- _Work required_: Your answer must repeat the full listing, line for line.
─── Data extracts ───
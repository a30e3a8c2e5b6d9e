"""Whole-dataset batch runs over a BIDS dataset, locally or on dask.distributed.

The batch ties the workflows together for a whole study, one module per concern:

* :mod:`.bids` -- BIDS names and metadata (entities, the inheritance principle, IntendedFor
  with BIDS URIs, B0FieldIdentifier / B0FieldSource);
* :mod:`.inventory`, :mod:`.discovery`, :mod:`.fieldmaps` -- what the dataset holds and
  which field map belongs to which run (gradient-echo kinds and reversed phase-encode EPI
  groups);
* :mod:`.options` -- processing options for the whole dataset (command line or config file);
* :mod:`.plan`, :mod:`.params` -- tasks, their typed parameters, dependencies and hashes (resume);
* :mod:`.runners`, :mod:`.tasks`, :mod:`.execution` -- running a task into a staging folder,
  moving its outputs to their derivative names, executing the plan in process, in a local
  process pool or on dask;
* :mod:`.derivatives`, :mod:`.group`, :mod:`.reports` -- derivative names and sidecars, the
  group summary, the per-subject report;
* :mod:`.lock` -- one batch per output folder, and the leftovers of killed runs;
* :mod:`.run` -- :func:`run_batch`, the entry point.

Research software, not a medical device: corrected images must be inspected before they
are used for any decision about a person.

Examples
--------
>>> from fieldfix.batch import discover, plan_tasks                    # doctest: +SKIP
>>> inventory = discover("/data/study", participant_labels=["01"])    # doctest: +SKIP
>>> [t.task_id for t in plan_tasks(inventory, "/data/study/derivatives/fieldfix")]  # doctest: +SKIP
"""

from __future__ import annotations

import logging

from .bids import BidsName, derivative_name, parse_bids_name
from .derivatives import write_dataset_description
from .discovery import discover
from .execution import BatchExecution, execute_plan
from .inventory import FieldMapAcquisition, Inventory, Run
from .options import BatchOptions, read_batch_config
from .plan import Task, TaskResult, plan_tasks, run_entries, task_hash
from .run import BatchLog, run_batch
from .runners import RUNNERS
from .tasks import ThreadLimit, YoungObjectsOnly, execute_task, marker_path

logging.getLogger(__name__).addHandler(logging.NullHandler())

#: The task runners by kind (the same dict as :data:`fieldfix.batch.runners.RUNNERS`).
_RUNNERS = RUNNERS

__all__ = [
    "run_batch", "discover", "plan_tasks", "run_entries", "task_hash", "execute_plan", "execute_task",
    "marker_path", "write_dataset_description", "BidsName", "parse_bids_name", "derivative_name",
    "FieldMapAcquisition", "Run", "Inventory", "Task", "TaskResult", "BatchOptions", "read_batch_config",
    "ThreadLimit", "YoungObjectsOnly", "BatchExecution", "BatchLog",
]
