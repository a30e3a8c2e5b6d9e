"""The inventory of a BIDS dataset: field-map acquisitions, EPI runs and remarks (typed records)."""

from __future__ import annotations

import dataclasses
from dataclasses import dataclass, field
from pathlib import Path

__all__ = ["FieldMapAcquisition", "Run", "Inventory"]

_NIFTI = (".nii.gz", ".nii")


@dataclass
class FieldMapAcquisition:
    """One field-map acquisition of a subject/session.

    Attributes
    ----------
    key : str
        Entity stem shared by its files (``dir-`` left out for EPI groups), e.g.
        ``"sub-01_ses-1_acq-gre"``.
    subject, session : str
        Labels without ``sub-``/``ses-`` (session ``""`` when the dataset has none).
    kind : str
        ``"phasediff"``, ``"phase-pair"``, ``"fieldmap"``, ``"epi"`` (reversed phase-encode
        images) or ``"unsupported"``.
    files : dict of str to str
        Role to path relative to the root: the BIDS suffix for gradient-echo files, the file
        stem for the images of an EPI group.
    metadata : dict of str to dict
        Role to its merged (inherited) sidecar values.
    identifiers : list of str
        Its ``B0FieldIdentifier`` values.
    targets, other_targets : list of str
        Runs it is used for; other files its IntendedFor names (anatomical images ...).
    problems : list of str
        What makes it unusable; its task fails at once with them.
    warnings : list of str
        What was worked around (a missing ``magnitude1`` ...).
    unreadable : list of str
        Its sidecars that could not be read (then its targets are unknown).
    """

    key: str
    subject: str
    session: str
    kind: str = ""
    files: dict[str, str] = field(default_factory=dict)
    metadata: dict[str, dict] = field(default_factory=dict)
    identifiers: list[str] = field(default_factory=list)
    targets: list[str] = field(default_factory=list)
    other_targets: list[str] = field(default_factory=list)
    problems: list[str] = field(default_factory=list)
    warnings: list[str] = field(default_factory=list)
    unreadable: list[str] = field(default_factory=list)

    @property
    def primary(self) -> str:
        """Path of the file that carries the acquisition's metadata."""
        for role in ("phasediff", "phase1", "fieldmap"):
            if role in self.files:
                return self.files[role]
        return self.files[sorted(self.files)[0]]

    def add_problem(self, text: str) -> None:
        if text not in self.problems:
            self.problems.append(text)


@dataclass
class Run:
    """An EPI run that may be unwarped.

    Attributes
    ----------
    path : str
        Path relative to the dataset root.
    subject, session, datatype, suffix : str
    metadata : dict
        Its merged (inherited) sidecar values.
    fieldmap : str or None
        Key of the field map chosen for it, None when it has none.
    note : str
        Why it has no field map, or how the field map was chosen.
    problems : list of str
        Why it cannot be corrected although it has a field map (its tasks fail with them).
    """

    path: str
    subject: str
    session: str
    datatype: str
    suffix: str
    metadata: dict = field(default_factory=dict)
    fieldmap: str | None = None
    note: str = ""
    problems: list[str] = field(default_factory=list)

    @property
    def stem(self) -> str:
        name = Path(self.path).name
        return next((name[: -len(e)] for e in _NIFTI if name.endswith(e)), name)


@dataclass
class Inventory:
    """What :func:`discover` found in a BIDS dataset.

    Attributes
    ----------
    root : str
        Absolute path of the dataset.
    subjects : list of str
        Labels of the subjects included (without ``sub-``).
    fieldmaps : list of FieldMapAcquisition
    runs : list of Run
    problems : list of str
        Remarks that concern no single run or field map.
    """

    root: str
    subjects: list[str]
    fieldmaps: list[FieldMapAcquisition]
    runs: list[Run]
    problems: list[str] = field(default_factory=list)

    def fieldmap(self, key: str) -> FieldMapAcquisition:
        for fm in self.fieldmaps:
            if fm.key == key:
                return fm
        raise KeyError(key)

    @property
    def runs_without_fieldmap(self) -> list[Run]:
        return [r for r in self.runs if r.fieldmap is None]

    @property
    def fieldmaps_without_target(self) -> list[FieldMapAcquisition]:
        return [f for f in self.fieldmaps if not f.targets]

    def as_dict(self) -> dict:
        """JSON values of the whole inventory (for the batch log)."""
        return {"root": self.root, "subjects": list(self.subjects),
                "fieldmaps": [dataclasses.asdict(f) | {"primary": f.primary} for f in self.fieldmaps],
                "runs": [dataclasses.asdict(r) for r in self.runs], "problems": list(self.problems)}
───
- _Response to the task_:
repository a30e3a8c2e5b6d9e
"""Whole-dataset batch runs over a BIDS dataset, locally or on dask.distributed.

The batch ties the workflows together for a whole study, one module per concern:

* :mod:`.bids` -- BIDS names and metadata (entities, the inheritance principle, IntendedFor
  with BIDS URIs, B0FieldIdentifier / B0FieldSource);
* :mod:`.inventory`, :mod:`.discovery`, :mod:`.fieldmaps` -- what the dataset holds and
  which field map belongs to which run (gradient-echo kinds and reversed phase-encode EPI
  groups);
* :mod:`.options` -- processing options for the whole dataset (command line or config file);
* :mod:`.plan`, :mod:`.params` -- tasks, their typed parameters, dependencies and hashes (resume);
* :mod:`.runners`, :mod:`.tasks`, :mod:`.execution` -- running a task into a staging folder,
  moving its outputs to their derivative names, executing the plan in process, in a local
  process pool or on dask;
* :mod:`.derivatives`, :mod:`.group`, :mod:`.reports` -- derivative names and sidecars, the
  group summary, the per-subject report;
* :mod:`.lock` -- one batch per output folder, and the leftovers of killed runs;
* :mod:`.run` -- :func:`run_batch`, the entry point.

Research software, not a medical device: corrected images must be inspected before they
are used for any decision about a person.

Examples
--------
>>> from fieldfix.batch import discover, plan_tasks                    # doctest: +SKIP
>>> inventory = discover("/data/study", participant_labels=["01"])    # doctest: +SKIP
>>> [t.task_id for t in plan_tasks(inventory, "/data/study/derivatives/fieldfix")]  # doctest: +SKIP
"""

from __future__ import annotations

import logging

from .bids import BidsName, derivative_name, parse_bids_name
from .derivatives import write_dataset_description
from .discovery import discover
from .execution import BatchExecution, execute_plan
from .inventory import FieldMapAcquisition, Inventory, Run
from .options import BatchOptions, read_batch_config
from .plan import Task, TaskResult, plan_tasks, run_entries, task_hash
from .run import BatchLog, run_batch
from .runners import RUNNERS
from .tasks import ThreadLimit, YoungObjectsOnly, execute_task, marker_path

logging.getLogger(__name__).addHandler(logging.NullHandler())

#: The task runners by kind (the same dict as :data:`fieldfix.batch.runners.RUNNERS`).
_RUNNERS = RUNNERS

__all__ = [
    "run_batch", "discover", "plan_tasks", "run_entries", "task_hash", "execute_plan", "execute_task",
    "marker_path", "write_dataset_description", "BidsName", "parse_bids_name", "derivative_name",
    "FieldMapAcquisition", "Run", "Inventory", "Task", "TaskResult", "BatchOptions", "read_batch_config",
    "ThreadLimit", "YoungObjectsOnly", "BatchExecution", "BatchLog",
]
repository a30e3a8c2e5b6d9e
"""The inventory of a BIDS dataset: field-map acquisitions, EPI runs and remarks (typed records)."""

from __future__ import annotations

import dataclasses
from dataclasses import dataclass, field
from pathlib import Path

__all__ = ["FieldMapAcquisition", "Run", "Inventory"]

_NIFTI = (".nii.gz", ".nii")


@dataclass
class FieldMapAcquisition:
    """One field-map acquisition of a subject/session.

    Attributes
    ----------
    key : str
        Entity stem shared by its files (``dir-`` left out for EPI groups), e.g.
        ``"sub-01_ses-1_acq-gre"``.
    subject, session : str
        Labels without ``sub-``/``ses-`` (session ``""`` when the dataset has none).
    kind : str
        ``"phasediff"``, ``"phase-pair"``, ``"fieldmap"``, ``"epi"`` (reversed phase-encode
        images) or ``"unsupported"``.
    files : dict of str to str
        Role to path relative to the root: the BIDS suffix for gradient-echo files, the file
        stem for the images of an EPI group.
    metadata : dict of str to dict
        Role to its merged (inherited) sidecar values.
    identifiers : list of str
        Its ``B0FieldIdentifier`` values.
    targets, other_targets : list of str
        Runs it is used for; other files its IntendedFor names (anatomical images ...).
    problems : list of str
        What makes it unusable; its task fails at once with them.
    warnings : list of str
        What was worked around (a missing ``magnitude1`` ...).
    unreadable : list of str
        Its sidecars that could not be read (then its targets are unknown).
    """

    key: str
    subject: str
    session: str
    kind: str = ""
    files: dict[str, str] = field(default_factory=dict)
    metadata: dict[str, dict] = field(default_factory=dict)
    identifiers: list[str] = field(default_factory=list)
    targets: list[str] = field(default_factory=list)
    other_targets: list[str] = field(default_factory=list)
    problems: list[str] = field(default_factory=list)
    warnings: list[str] = field(default_factory=list)
    unreadable: list[str] = field(default_factory=list)

    @property
    def primary(self) -> str:
        """Path of the file that carries the acquisition's metadata."""
        for role in ("phasediff", "phase1", "fieldmap"):
            if role in self.files:
                return self.files[role]
        return self.files[sorted(self.files)[0]]

    def add_problem(self, text: str) -> None:
        if text not in self.problems:
            self.problems.append(text)


@dataclass
class Run:
    """An EPI run that may be unwarped.

    Attributes
    ----------
    path : str
        Path relative to the dataset root.
    subject, session, datatype, suffix : str
    metadata : dict
        Its merged (inherited) sidecar values.
    fieldmap : str or None
        Key of the field map chosen for it, None when it has none.
    note : str
        Why it has no field map, or how the field map was chosen.
    problems : list of str
        Why it cannot be corrected although it has a field map (its tasks fail with them).
    """

    path: str
    subject: str
    session: str
    datatype: str
    suffix: str
    metadata: dict = field(default_factory=dict)
    fieldmap: str | None = None
    note: str = ""
    problems: list[str] = field(default_factory=list)

    @property
    def stem(self) -> str:
        name = Path(self.path).name
        return next((name[: -len(e)] for e in _NIFTI if name.endswith(e)), name)


@dataclass
class Inventory:
    """What :func:`discover` found in a BIDS dataset.

    Attributes
    ----------
    root : str
        Absolute path of the dataset.
    subjects : list of str
        Labels of the subjects included (without ``sub-``).
    fieldmaps : list of FieldMapAcquisition
    runs : list of Run
    problems : list of str
        Remarks that concern no single run or field map.
    """

    root: str
    subjects: list[str]
    fieldmaps: list[FieldMapAcquisition]
    runs: list[Run]
    problems: list[str] = field(default_factory=list)

    def fieldmap(self, key: str) -> FieldMapAcquisition:
        for fm in self.fieldmaps:
            if fm.key == key:
                return fm
        raise KeyError(key)

    @property
    def runs_without_fieldmap(self) -> list[Run]:
        return [r for r in self.runs if r.fieldmap is None]

    @property
    def fieldmaps_without_target(self) -> list[FieldMapAcquisition]:
        return [f for f in self.fieldmaps if not f.targets]

    def as_dict(self) -> dict:
        """JSON values of the whole inventory (for the batch log)."""
        return {"root": self.root, "subjects": list(self.subjects),
                "fieldmaps": [dataclasses.asdict(f) | {"primary": f.primary} for f in self.fieldmaps],
                "runs": [dataclasses.asdict(r) for r in self.runs], "problems": list(self.problems)}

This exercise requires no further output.